# Dog Charities



## artona (Jan 19, 2006)

Hi

Just wondered if anyone is involved or has a contact within a dog charity, especially someone involved with raising money?

Maybe you could pm me their contact details please.



stew


----------



## 107088 (Sep 18, 2007)

If you're not fussy which one, Stew, then ask for the manager of your local RSPCA or Dogs Trust. Either will be available for a chat, if I am reading between the lines correctly.


----------



## 110631 (Mar 16, 2008)

artona said:


> Hi
> 
> Just wondered if anyone is involved or has a contact within a dog charity, especially someone involved with raising money?
> 
> ...


Without a dought the RSPCA,they do a good job,all my dogs have come from them and they have real dedicated dog loving staff and volunteers.
jonb


----------



## artona (Jan 19, 2006)

Hi Guys

many thanks for the suggestion of the RSPCA


stew


----------



## 107850 (Oct 23, 2007)

artona said:


> Hi
> 
> Just wondered if anyone is involved or has a contact within a dog charity, especially someone involved with raising money?
> 
> ...


----------



## Waleem (Nov 1, 2006)

Might I suggest the Retired Greyhound Trust also ?


----------



## patp (Apr 30, 2007)

Dogs Trust.


----------



## some-where-in-oxford (Apr 18, 2006)

Mother help to build a dog sanctuary in Romania.
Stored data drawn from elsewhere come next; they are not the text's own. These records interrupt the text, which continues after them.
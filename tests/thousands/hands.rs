//! Random hands. Until something happens they drive; after it they play with everything but one thing that would have
//! to be done before the base may move again.

use gripline::config::Plan;
use gripline::core::Phase;
use gripline::core::io::{Buttons, ConsoleInput, PadInput};
use gripline::shaping::Sticks;
use gripline::units::{Mono, s_to_ns};

use crate::chance::Chance;

/// What the hands leave out after the first fault.
#[derive(Clone, Copy, Debug, PartialEq, Eq)]
pub(crate) enum LeftOut {
    /// The hold control stays pressed.
    Release,
    /// The reset button is never held long enough, or was held from before the trip on.
    Reset,
    /// Ready is never asked.
    Ready,
    /// No fresh press: none at all, or one that is made too early and kept.
    Press,
    /// The sticks are never let go.
    Centre,
    /// Nothing: the base is to move again.
    Nothing,
}

impl LeftOut {
    pub(crate) const ALL: [Self; 6] =
        [Self::Release, Self::Reset, Self::Ready, Self::Press, Self::Centre, Self::Nothing];
}

#[derive(Debug)]
pub(crate) struct Hands {
    chance: Chance,
    left_out: LeftOut,
    /// One of two ways to leave it out.
    other_way: bool,
    /// The first fault has come.
    disturbed: bool,
    pressed_value: f64,
    sticks: Sticks,
    sticks_until: Mono,
    hold: f64,
    /// Hold is let go until then, whatever else.
    let_go_until: Mono,
    dip: bool,
    squeeze: bool,
    stop: bool,
    down: Buttons,
    reset_since: Mono,
    next_tap: Mono,
    released_ticks: u32,
}

impl Hands {
    pub(crate) fn new(mut chance: Chance, plan: &Plan) -> Self {
        let left_out = chance.pick(&LeftOut::ALL);
        let other_way = chance.one_in(2);
        Self {
            chance,
            left_out,
            other_way,
            disturbed: false,
            pressed_value: if plan.pad.hold_squeeze.is_some() { 0.75 } else { 1.0 },
            sticks: Sticks::default(),
            sticks_until: Mono::default(),
            hold: 0.0,
            let_go_until: Mono::default(),
            dip: false,
            squeeze: false,
            stop: false,
            down: Buttons::default(),
            reset_since: Mono::default(),
            next_tap: Mono::default(),
            released_ticks: 0,
        }
    }

    pub(crate) fn left_out(&self) -> LeftOut {
        self.left_out
    }

    pub(crate) fn disturb(&mut self) {
        self.disturbed = true;
    }

    pub(crate) fn let_go(&mut self, until: Mono) {
        self.let_go_until = until;
    }

    /// Lets go and presses again between two ticks.
    pub(crate) fn dip(&mut self) {
        self.dip = true;
    }

    pub(crate) fn squeeze(&mut self) {
        self.squeeze = true;
    }

    pub(crate) fn press_stop(&mut self) {
        self.stop = true;
    }

    /// What the console and the pad show in this tick.
    pub(crate) fn play(
        &mut self,
        now: Mono,
        plan: &Plan,
        phase: Phase,
        wait: bool,
    ) -> (PadInput, ConsoleInput) {
        let before = self.down;
        self.down = Buttons::default();
        let mut console = ConsoleInput::default();
        match phase {
            Phase::Parked => self.parked(now, wait),
            Phase::Ready => self.ready(),
            Phase::Driving => self.driving(now),
            Phase::Stopping => self.stopping(now),
            Phase::Tripped => console.reset = self.tripped(now, plan),
        }
        if self.disturbed && self.left_out == LeftOut::Release {
            self.hold = self.pressed_value;
        }
        if self.disturbed && self.left_out == LeftOut::Centre && phase != Phase::Driving {
            self.sticks = Sticks { x: 0.8, y: -0.3, turn: 0.4 };
        }
        for (button, one_in) in [
            (Buttons::PACE_UP, 60),
            (Buttons::PACE_DOWN, 90),
            (Buttons::FRAME, 120),
            (Buttons::ZERO_HEADING, 150),
        ] {
            if self.chance.one_in(one_in) {
                self.down = self.down.with(button);
            }
        }
        if self.left_out == LeftOut::Reset && self.other_way {
            // Down since the start of the program: pressed, but not in Tripped.
            self.down = self.down.with(Buttons::RESET);
        }
        if core::mem::take(&mut self.stop) {
            self.down = self.down.with(Buttons::STOP);
        }
        let mut hold = if now < self.let_go_until { 0.0 } else { self.hold };
        if core::mem::take(&mut self.squeeze) {
            hold = 1.0;
        }
        self.released_ticks = if hold == 0.0 { self.released_ticks + 1 } else { 0 };
        let hold_least = if core::mem::take(&mut self.dip) { 0.0 } else { hold };
        // A hand is never quite still, so that a pad which only reports changes has some to report.
        let wobble = self.chance.within(-0.002, 0.002);
        let Sticks { x, y, turn } = self.sticks;
        let pad = PadInput {
            present: true,
            streams: false,
            last_sign: now,
            sticks: Sticks { x: x + wobble, y: y - wobble, turn: turn + wobble },
            hold,
            hold_least,
            down: self.down,
            pressed: Buttons(self.down.0 & !before.0),
        };
        (pad, console)
    }

    fn leaves_out(&self, it: LeftOut) -> bool {
        self.disturbed && self.left_out == it
    }

    fn parked(&mut self, now: Mono, wait: bool) {
        if self.leaves_out(LeftOut::Ready) {
            self.anything(now);
            return;
        }
        self.rest();
        // Before anything has happened they wait until nothing stands against it; afterwards they do not.
        if now >= self.next_tap && (self.disturbed || !wait) && self.released_ticks > 1 {
            self.down = self.down.with(Buttons::READY);
            self.next_tap = now.plus_ns(s_to_ns(self.chance.within(0.03, 0.15)));
        }
    }

    fn ready(&mut self) {
        if self.leaves_out(LeftOut::Press) {
            // Either never pressed, or still pressed from before.
            return;
        }
        self.sticks = Sticks::default();
        self.hold = if self.released_ticks > 2 { self.pressed_value } else { 0.0 };
    }

    fn driving(&mut self, now: Mono) {
        self.hold = self.pressed_value;
        if now >= self.sticks_until {
            self.sticks_until = now.plus_ns(s_to_ns(self.chance.within(0.1, 1.2)));
            let full = |chance: &mut Chance| match chance.below(4) {
                0 => 0.0,
                1 => 1.0 - 2.0 * chance.below(2) as f64,
                _ => chance.within(-1.0, 1.0),
            };
            let chance = &mut self.chance;
            self.sticks = Sticks { x: full(chance), y: full(chance), turn: full(chance) };
        }
        if !self.disturbed && self.chance.one_in(400) {
            self.let_go_until = now.plus_ns(s_to_ns(self.chance.within(0.02, 0.3)));
        }
    }

    fn stopping(&mut self, now: Mono) {
        if self.leaves_out(LeftOut::Press) && self.other_way {
            // Pressed again too early, and kept.
            let early = self.released_ticks > 2 || self.hold != 0.0;
            self.hold = if early { self.pressed_value } else { 0.0 };
            self.sticks = Sticks::default();
        } else if self.chance.one_in(3) {
            self.anything(now);
        } else {
            self.rest();
        }
    }

    /// Whether the console is asked to reset.
    fn tripped(&mut self, now: Mono, plan: &Plan) -> bool {
        let hold_ns = s_to_ns(plan.guard.reset_hold_s);
        if self.leaves_out(LeftOut::Reset) {
            self.anything(now);
            if self.other_way {
                // Down from before the trip on, see `play`.
            } else if now.since_ns(self.reset_since) < hold_ns * 3 / 4 {
                self.down = self.down.with(Buttons::RESET);
            } else if now.since_ns(self.reset_since) > hold_ns {
                self.reset_since = now;
            }
            return false;
        }
        self.rest();
        let held_ns = now.since_ns(self.reset_since);
        if held_ns > hold_ns + 300_000_000 {
            self.reset_since = now;
        } else if held_ns < hold_ns + 200_000_000 {
            self.down = self.down.with(Buttons::RESET);
        }
        self.chance.one_in(20)
    }

    fn rest(&mut self) {
        self.sticks = Sticks::default();
        self.hold = 0.0;
    }

    /// Whatever a hand may do that must not matter.
    fn anything(&mut self, now: Mono) {
        if now < self.next_tap {
            return;
        }
        self.next_tap = now.plus_ns(s_to_ns(self.chance.within(0.02, 0.2)));
        match self.chance.below(5) {
            0 => self.hold = self.pressed_value,
            1 => self.hold = 0.0,
            2 => self.sticks = Sticks::default(),
            3 => self.sticks = Sticks { x: self.chance.within(-1.0, 1.0), y: 0.5, turn: 0.5 },
            _ => {
                if !self.leaves_out(LeftOut::Ready) {
                    self.down = self.down.with(Buttons::READY);
                }
            }
        }
    }
}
A large steel company was poisoning the stray dogs, mother wrote to their head office and persuaded them to fund new kennels and the organization was founded.

A lorry load of dog food, beds, blankets are sent over every few months through a transport company that travels to Romania regularly.

One kennel block is complete, plus an animal hospital, they are still raising money to build more kennels.

http://www.rolda.org/index_en.htm


----------



## some-where-in-oxford (Apr 18, 2006)

Mum also has her own newsgroup.

http://pets.ph.groups.yahoo.com/group/ukanimalrights/photos

http://pets.groups.yahoo.com/group/ukanimalrights/

I have just uploaded more pictures for her from the Chinese earthquake.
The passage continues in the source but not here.